▶ [INPUT DATA]:
package table

import (
	"fmt"
	"math"
	"strings"

	"phaselag/data/place"
	"phaselag/data/unit"
)

// Settings says how a file is to be read where its own text does not. The zero
// value reads everything from the file. They are the keys "reading" and
// "columns" of the campaign file.
type Settings struct {
	Separator string // ",", ";", "\t" or " " (any number of blanks); "": found
	Decimal   string // "." or ","; "": found
	Sheet     string // of a workbook; "": every sheet that is understood
	HeaderRow int    // line of the headings, from 1; 0: found; NoHeader: there is none
	UnitsRow  int    // line of the units, from 1; 0: found
	Wants     []Want // columns that are chosen by hand
}

// NoHeader as a HeaderRow says that the file has no headings: all columns are
// chosen by their numbers.
const NoHeader = -1

// Want chooses the column of one concept.
type Want struct {
	Concept Concept
	Heading string // as it stands in the file; "": the column's number counts
	Number  int    // of the column, from 1; 0: the heading counts, or the column as understood
	Unit    string // "": from the file
}

// Row is one row of numbers or text.
type Row struct {
	Line  int
	Block int // from 0; grows with blank lines and repeated headings
	Cells []Cell
}

// Table is a text table that was understood.
type Table struct {
	File        string
	Sheet       string // of a workbook, else ""
	Encoding    string // for people
	Separator   string // as in Settings
	Decimal     string // "." or ","
	HeaderLine  int    // 0: none
	UnitsLine   int    // 0: none of its own
	Columns     []Column
	Rows        []Row    // at least one
	Assumptions []string // what was assumed in reading, for people

	wide wide
}

// Read understands the bytes of a text table. The name is used in errors, which
// are *place.Error.
func Read(name string, content []byte, s Settings) (*Table, error) {
	t, err := read(name, content, s)
	if err != nil {
		return nil, place.At(err, name, 0, 0, "")
	}
	return t, nil
}

func read(name string, content []byte, s Settings) (*Table, error) {
	if len(content) > maxBytes {
		return nil, &place.Error{What: fmt.Sprintf("larger than %d MB", maxBytes>>20), Hint: "is this a table of results? raw signals are not read in this version"}
	}
	if len(content) == 0 {
		return nil, &place.Error{What: "the file is empty"}
	}
	text, encoding, err := decode(content)
	if err != nil {
		return nil, err
	}
	text = newlines(text)
	if strings.TrimSpace(text) == "" {
		return nil, &place.Error{What: "the file has no text in it"}
	}
	t := &Table{File: name, Encoding: encoding, Separator: s.Separator}
	switch s.Separator {
	case ",", ";", "\t", blanks, "|":
	case "":
		if t.Separator, err = sniff(text); err != nil {
			return nil, err
		}
	default:
		return nil, &place.Error{What: fmt.Sprintf("the separator %q", clip(s.Separator)), Hint: `write separator: "," or ";", "\t", "|" or " "`}
	}
	cells, err := grid(text, t.Separator)
	if err != nil {
		return nil, err
	}
	body, err := t.head(cells, s)
	if err != nil {
		return nil, err
	}
	if err := t.body(body, s); err != nil {
		return nil, err
	}
	if t.Decimal, err = findDecimal(t.Rows, s.Decimal); err != nil {
		return nil, err
	}
	if err := t.unpivot(t.wide); err != nil {
		return nil, err
	}
	return t, nil
}

// Value gives the number in a row's column in SI: NaN where the cell is empty,
// says that nothing was measured, or is beyond the end of the row; an infinity
// where the cell says so. The column must have a unit; see Require.
func (t *Table) Value(r Row, column int) (float64, error) {
	if column >= len(r.Cells) {
		return math.NaN(), nil
	}
	c := r.Cells[column]
	x, err := t.number(c)
	if err != nil || math.IsNaN(x) || math.IsInf(x, 0) {
		return x, err
	}
	v, err := unit.Convert(x, t.Columns[column].Unit)
	return v, place.At(err, t.File, c.Line, c.Column, "")
}

// Text gives a cell's text, "" beyond the end of the row.
func (t *Table) Text(r Row, column int) string {
	if column >= len(r.Cells) {
		return ""
	}
	return r.Cells[column].Text
}

// At is the place of a cell, for errors.
func (t *Table) At(r Row, column int) (line, col int) {
	if column < 0 || column >= len(r.Cells) {
		return r.Line, 0
	}
	return r.Cells[column].Line, r.Cells[column].Column
}

// Find gives the column with a concept, -1 if there is none, and an error if
// there are several, or if its unit is missing or of another quantity.
func (t *Table) Find(c Concept) (int, error) {
	found := -1
	for i, col := range t.Columns {
		if col.Concept != c {
			continue
		}
		if found >= 0 {
			return -1, &place.Error{File: t.File, Line: col.Line, Column: col.Place,
				What: fmt.Sprintf("two columns with the %s: %q and %q", c, clip(t.Columns[found].Heading), clip(col.Heading)),
				Hint: fmt.Sprintf("choose one in the campaign file: columns: {%s: %s}", c, Quote(t.Columns[found].Heading))}
		}
		found = i
	}
	if found < 0 {
		return -1, nil
	}
	return found, t.require(found)
}

// FindAll gives the columns with a concept, whatever their units.
func (t *Table) FindAll(c Concept) []int {
	var all []int
	for i, col := range t.Columns {
		if col.Concept == c {
			all = append(all, i)
		}
	}
	return all
}

// require checks that a column has a unit of its quantity.
func (t *Table) require(i int) error {
	col := t.Columns[i]
	q := col.Concept.Quantity()
	if q == "" || col.HasUnit {
		return nil
	}
	e := &place.Error{File: t.File, Line: col.Line, Column: col.Place}
	hint := fmt.Sprintf("columns: {%s: {heading: %s, unit: %s}}", col.Concept, Quote(col.Heading), unit.Preferred(q).Symbol)
	if col.Line == 0 {
		hint = fmt.Sprintf("columns: {%s: {column: %d, unit: %s}}", col.Concept, i+1, unit.Preferred(q).Symbol)
	}
	if col.UnitText == "" {
		e.What = fmt.Sprintf("the %s in column %q has no unit", col.Concept, clip(col.Heading))
		e.Hint = fmt.Sprintf("write the unit into the heading, or say in the campaign file %s; units: %s", hint, strings.Join(unit.Symbols(q), ", "))
		return e
	}
	if _, ok := unit.Lookup(col.UnitText, q); ok && col.Angular {
		e.What = fmt.Sprintf("%q is an angular frequency in %s", clip(col.Heading), clip(col.UnitText))
		e.Hint = fmt.Sprintf("say in the campaign file whether the numbers are in Hz or in rad/s: %s", hint)
		return e
	}
	e.What = fmt.Sprintf("%q is not a unit of the %s, in column %q", clip(col.UnitText), col.Concept, clip(col.Heading))
	e.Hint = fmt.Sprintf("units: %s; or say in the campaign file %s", strings.Join(unit.Symbols(q), ", "), hint)
	return e
}

// Headings lists the headings as they stand in the file.
func (t *Table) Headings() []string {
	h := make([]string, len(t.Columns))
	for i, c := range t.Columns {
		h[i] = c.Heading
	}
	return h
}

// Quote writes a heading as a YAML scalar for a hint.
func Quote(s string) string {
	return `"` + strings.NewReplacer(`\`, `\\`, `"`, `\"`).Replace(clip(s)) + `"`
}

// Plain gives the number in a row's column as it stands in the file, without its
// unit; NaN where the cell is empty or says that nothing was measured.
func (t *Table) Plain(r Row, column int) (float64, error) {
	if column >= len(r.Cells) {
		return math.NaN(), nil
	}
	return t.number(r.Cells[column])
}

// Rough splits the first lines of a text into cells without understanding them, for
// a look at what cannot be read.
func Rough(content []byte, lines int) (encoding, separator string, rows [][]Cell, err error) {
	text, encoding, err := decode(content)
	if err != nil {
		return "", "", nil, err
	}
	text = newlines(text)
	if separator, err = sniff(text); err != nil {
		return "", "", nil, err
	}
	all, err := grid(text, separator)
	if err != nil {
		return "", "", nil, err
	}
	for _, r := range all {
		if len(r) > 0 && len(rows) < lines {
			rows = append(rows, r)
		}
	}
	return encoding, separator, rows, nil
}
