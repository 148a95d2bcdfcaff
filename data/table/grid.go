package table

import (
	"fmt"
	"strings"
	"unicode"
	"unicode/utf8"

	"phaselag/data/place"
)

// Limits against hostile files. A table of oscillatory tests has thousands of
// rows and tens of columns.
const (
	maxBytes     = 64 << 20
	maxCells     = 4_000_000
	maxRowCells  = 2_000
	sniffedLines = 400
)

// Cell is one cell with its place in the file.
type Cell struct {
	Text   string // without blanks at its ends, quotes resolved
	Line   int    // from 1
	Column int    // in characters from 1, of the cell's first character
}

// blanks is the separator "any number of blanks or tabulators".
const blanks = " "

// grid splits text at the separator into rows of cells. A row without text is
// an empty slice; the index of a row says nothing about its line.
//
// A cell is quoted if it begins with a double quote and a closing quote stands
// before a separator or a line end within 20 lines; two quotes inside are one.
// Any other quote is text: G" is a heading.
func grid(text, separator string) ([][]Cell, error) {
	var rows [][]Cell
	var row []Cell
	cells := 0
	line, column := 1, 1
	endRow := func() {
		for len(row) > 0 && row[len(row)-1].Text == "" {
			row = row[:len(row)-1]
		}
		rows = append(rows, row)
		row = nil
	}
	for i := 0; i < len(text); {
		if separator == blanks {
			for i < len(text) && (text[i] == ' ' || text[i] == '\t') {
				i++
				column++
			}
			if i == len(text) {
				break
			}
		}
		cell, next := cutCell(text[i:], separator)
		cell.Line, cell.Column = line, column+leading(text[i:i+next])
		raw := text[i : i+next]
		if n := strings.Count(raw, "\n"); n > 0 {
			line += n
			column = utf8.RuneCountInString(raw[strings.LastIndexByte(raw, '\n')+1:]) + 1
		} else {
			column += utf8.RuneCountInString(raw)
		}
		i += next
		atEnd := i == len(text) || text[i] == '\n'
		if separator != blanks || cell.Text != "" {
			row = append(row, cell)
			cells++
		}
		if len(row) > maxRowCells || cells > maxCells {
			return nil, &place.Error{Line: line, What: fmt.Sprintf("more than %d cells in a row, or %d in all", maxRowCells, maxCells), Hint: "is this the right file, and the right separator?"}
		}
		switch {
		case atEnd:
			endRow()
			i++
			line++
			column = 1
		default:
			i += 1
			column++
			if i == len(text) && separator != blanks {
				endRow()
			}
		}
	}
	if len(row) > 0 {
		endRow()
	}
	return rows, nil
}

// leading counts the blanks before a cell's text.
func leading(s string) int {
	n := 0
	for _, r := range s {
		if !unicode.IsSpace(r) {
			return n
		}
		n++
	}
	return 0
}

// cutCell takes the first cell of s, and the length of its text in s, which
// ends before a separator, before a line end or at the end of s.
func cutCell(s, separator string) (c Cell, length int) {
	isEnd := func(b byte) bool {
		return b == '\n' || (separator == blanks && (b == ' ' || b == '\t')) || (separator != blanks && b == separator[0])
	}
	start := 0
	for start < len(s) && s[start] == ' ' && separator != blanks {
		start++
	}
	if start < len(s) && s[start] == '"' {
		var b strings.Builder
		lines := 0
		for j := start + 1; j < len(s) && lines <= 20 && j < start+10_000; j++ {
			if s[j] == '\n' {
				lines++
			}
			if s[j] != '"' {
				b.WriteByte(s[j])
				continue
			}
			if j+1 < len(s) && s[j+1] == '"' {
				b.WriteByte('"')
				j++
				continue
			}
			end := j + 1
			for end < len(s) && s[end] == ' ' && separator != blanks {
				end++
			}
			if end == len(s) || isEnd(s[end]) {
				return Cell{Text: tidy(b.String())}, end
			}
			break
		}
	}
	end := 0
	for end < len(s) && !isEnd(s[end]) {
		end++
	}
	return Cell{Text: tidy(s[:end])}, end
}

// tidy joins lines and blanks of a cell to single blanks.
func tidy(s string) string {
	return strings.Join(strings.Fields(s), " ")
}

// newlines makes every line end a line feed.
func newlines(text string) string {
	text = strings.ReplaceAll(text, "\r\n", "\n")
	return strings.ReplaceAll(text, "\r", "\n")
}

// sniff finds the separator: the one that gives the most cells with numbers,
// times the share of cells that have numbers, in the first lines. In doubt the
// order is tabulator, semicolon, comma, blanks.
func sniff(text string) string {
	end, lines := 0, 0
	for end < len(text) && lines < sniffedLines && end < 1<<20 {
		if text[end] == '\n' {
			lines++
		}
		end++
	}
	best, bestScore := ",", 0.0
	for _, separator := range []string{"\t", ";", ",", blanks} {
		rows, err := grid(text[:end], separator)
		if err != nil {
			continue
		}
		score := 0.0
		for _, row := range rows {
			numbers := 0
			for _, c := range row {
				if looksNumeric(c.Text) {
					numbers++
				}
			}
			if len(row) > 0 {
				score += float64(numbers) * float64(numbers) / float64(len(row))
			}
		}
		if score > bestScore*(1+1e-9) {
			best, bestScore = separator, score
		}
	}
	return best
}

▶ [WORK ORDER]: Restate verbatim all lines from the start of the data through the line containing "Separator string //", with both ends kept.

▶ [COMPLETED EXERCISE]:
package table

import (
	"fmt"
	"math"
	"strings"

	"phaselag/data/place"
	"phaselag/data/unit"
)

// Settings says how a file is to be read where its own text does not. The zero
// value reads everything from the file. They are the keys "reading" and
// "columns" of the campaign file.
type Settings struct {
	Separator string // ",", ";", "\t" or " " (any number of blanks); "": found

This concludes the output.